AT News
KABUL – Coal consumption landscape in Pakistan is changing as Pakistanis are now shifting towards imported coal from various sources, as Afghan coal price has surged exponentially this year.
Data from the Pakistan International Bulk Terminal Limited reveals a decline in coal imports from Afghanistan, accompanied by a substantial increase in imports from alternative origins. In the first 16 days of January 2024, the terminal recorded a remarkable coal handling volume of approximately 493,000 tons, marking the highest half-month coal shipments in the past two years.
The surge in coal imports is primarily attributed to the slowdown in Afghan imports and the favorable pricing of Richard Bay coal, which stood at around $98 per ton in January 2024, compared to $116 per ton in the second quarter of the fiscal year, as reported by brokerage firm Sherman Securities.
During the first half of the current fiscal year, PIBTL managed around 1.9 million ton of coal, with an estimated 1.8 million ton handled in the second quarter alone. The report attributes this upward trend to the cost-effectiveness of imported coal and the appreciation of the rupee against the dollar. PIBTL charges approximately Rs2,000 per ton for coal unloading at Port Qasim, with upcountry coal transportation via trucks incurring costs ranging from Rs 6,500-7,000 per ton.
Sherman Securities noted, “We believe that imported Richard Bay coal costs around Rs40,000-41,000, while Afghan coal is trading between Rs 50,000-52,000, up 25 percent versus Richard Bay. This price difference will lend more support to imported coal, potentially increasing the coal handling capacity of PIBTL.”
Presently, it is estimated that 70 percent of the coal demand for cement companies is met through sea-borne coal via PIBTL, particularly following the recent border issues with Afghanistan that disrupted the land route for coal trade.
PIBTL’s handling margin, after covering port charges and other associated costs, stands at around $4 per tonne for every cargo it handles. Given the current scenario of higher Afghan coal prices and trade restrictions, PIBTL is playing a crucial role in managing the majority of the imported coal for cement plants.

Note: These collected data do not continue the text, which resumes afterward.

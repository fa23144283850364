/**
 * The ledger: accounts, booked transactions (duplicates removed), balance anchors and the
 * reconciliation of both, built from importer results. Everything is plain data (arrays,
 * strings, numbers), so a ledger crosses the worker boundary unchanged and two ledgers
 * built from the same files are deeply equal.
 *
 * Amounts are signed integer minor units of the account's currency; dates are calendar
 * dates `YYYY-MM-DD`.
 */
import type { CalendarDate } from '../core/dates';
import type {
  AccountKind,
  BalanceKind,
  FormatId,
  ImportProblem,
  SourceLocation,
  StatementEntry,
} from '../import/types';

/** One account, matched across files by its normalised identifiers (IBAN / account number). */
export interface LedgerAccount {
  /** Stable id: the first normalised identifier, or the name for accounts without one. */
  readonly id: string;
  /** Display name: the statement's account name, else its identifier, else the assigned name. */
  readonly name: string;
  /** ISO 4217 code; an identifier seen in two currencies makes two accounts. */
  readonly currency: string;
  /** Normalised identifiers seen for this account (empty for an account named by file or option). */
  readonly identifiers: readonly string[];
  readonly kind: AccountKind;
}

/** A booked entry kept in the ledger: the statement entry plus where it belongs and came from. */
export interface LedgerTransaction extends StatementEntry {
  /** Stable id: `accountId|fingerprint|occurrence`. */
  readonly id: string;
  readonly accountId: string;
  readonly currency: string;
  /** Content fingerprint `bookingDate|amount|normalised words` (see engine/ledger/fingerprint.ts). */
  readonly fingerprint: string;
  readonly sourceFile: string;
  /** 1-based count of this fingerprint among the account's kept transactions (genuine repeats). */
  readonly occurrence: number;
}

/**
 * A balance a file states, attached to its account. Semantics as in engine/import/types.ts:
 * `opening` at the start (`at: 'start'`) or end of `date`; `closing`, `running`, `interim`
 * at the end of `date`; `available` is informational and never reconciled.
 */
export interface BalanceAnchor {
  readonly accountId: string;
  readonly date: CalendarDate;
  readonly at: 'start' | 'end';
  readonly amount: number;
  readonly kind: BalanceKind;
  readonly sourceFile: string;
  readonly source: SourceLocation;
}

/** The first stated balance that disagrees with the balance rebuilt from transactions. */
export interface BalanceMismatch {
  /** The anchor's date (for an opening anchor at the start of a day: that day). */
  readonly date: CalendarDate;
  readonly at: 'start' | 'end';
  readonly kind: BalanceKind;
  /** The balance the file states. */
  readonly expected: number;
  /** The balance rebuilt from the starting balance and the kept transactions. */
  readonly computed: number;
  /** expected − computed. */
  readonly difference: number;
  readonly sourceFile: string;
  readonly source: SourceLocation;
  /** End of the last day on which a stated balance still agreed, or null when none did. */
  readonly lastAgreement: CalendarDate | null;
}

/**
 * How an account's stated balances agree with its transactions.
 *
 * `reconciled` is true when every checked anchor agrees, false at the first disagreement,
 * and null when there is nothing to check: an account with no stated balance at all
 * (balances are then relative to 0 at its first day, `relative: true`) or with a single
 * stated balance (the one the starting balance comes from).
 */
export interface AccountReconciliation {
  readonly accountId: string;
  readonly reconciled: boolean | null;
  /** True when no anchor fixes the level: balances start at 0 and are relative. */
  readonly relative: boolean;
  /** Balance before the account's first transaction (0 when relative). */
  readonly startingBalance: number;
  /** Which anchor the starting balance came from, or null when relative. */
  readonly startingFrom: {
    readonly kind: BalanceKind;
    readonly date: CalendarDate;
    readonly sourceFile: string;
  } | null;
  /** Anchors compared with the rebuilt balance, not counting the one the start came from. */
  readonly checkedAnchors: number;
  readonly mismatchedAnchors: number;
  readonly firstMismatch: BalanceMismatch | null;
  /** First and last day the account's transactions and anchors cover (null: nothing at all). */
  readonly firstDate: CalendarDate | null;
  readonly lastDate: CalendarDate | null;
  /** Rebuilt end-of-day balance on `lastDate` (relative when `relative`). */
  readonly closingBalance: number;
  /** Plain-words note, e.g. "no stated balance: balances are relative". */
  readonly note: string | null;
}

/**
 * One statement's own arithmetic: opening + Σ booked entries = closing, with the
 * statement's entries as the file lists them (before duplicates across files are removed).
 */
export interface StatementCheck {
  readonly file: string;
  /** Index of the statement within its file. */
  readonly statementIndex: number;
  readonly statementId: string | null;
  readonly accountId: string;
  /** Stated opening balance (or, for running balances only, the first day's start), or null. */
  readonly opening: number | null;
  /** Stated closing balance (or the last running balance), or null. */
  readonly closing: number | null;
  /** Σ booked entries of the statement. */
  readonly net: number;
  /** True/false when both opening and closing are known, null otherwise. */
  readonly consistent: boolean | null;
  /** closing − (opening + net), 0 when not checkable. */
  readonly difference: number;
}

/** What one file contributed to one account. A file may speak of several accounts. */
export interface FileAccountReport {
  readonly accountId: string;
  readonly currency: string;
  readonly from: CalendarDate | null;
  readonly to: CalendarDate | null;
  /** Booked entries kept. */
  readonly entries: number;
  /** Booked entries dropped as already seen in an earlier file of the same run. */
  readonly duplicates: number;
  /** Pending entries left out (not counted in entries or duplicates). */
  readonly pending: number;
  /** Opening of the file's earliest statement for the account, or null. */
  readonly opening: number | null;
  /** Closing of the file's latest statement for the account, or null. */
  readonly closing: number | null;
  /** Σ of the file's booked entries for the account, duplicates included. */
  readonly net: number;
}

/** Per-file summary: format, per-account figures and the importer's and ledger's notices. */
export interface LedgerFileReport {
  readonly file: string;
  readonly format: FormatId;
  readonly accounts: readonly FileAccountReport[];
  /** The importer's problems (notices only; files with errors never reach a ledger) plus the ledger's. */
  readonly problems: readonly ImportProblem[];
}

/** The whole ledger. */
export interface Ledger {
  /** Accounts in the order they were first seen. */
  readonly accounts: readonly LedgerAccount[];
  /** Kept booked transactions, ordered by account, booking date, then file and entry order. */
  readonly transactions: readonly LedgerTransaction[];
  /** Distinct anchors (same account, date, at, kind and amount kept once), in account and date order. */
  readonly anchors: readonly BalanceAnchor[];
  readonly files: readonly LedgerFileReport[];
  /** One per account, same order as `accounts`. */
  readonly reconciliation: readonly AccountReconciliation[];
  readonly statements: readonly StatementCheck[];
}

In the first quarter of FY24, the company reported a net profit of Rs580 million, a significant improvement from the Rs440 million loss recorded in the same period last year. The gross margin also witnessed a notable increase, reaching 40 percent during the first quarter, compared to 28 percent in the corresponding period last year. Sherman Securities anticipates that the company will post an earnings per share of Rs1.5 in FY24, driven by the rising coal handling and reduced exchange losses.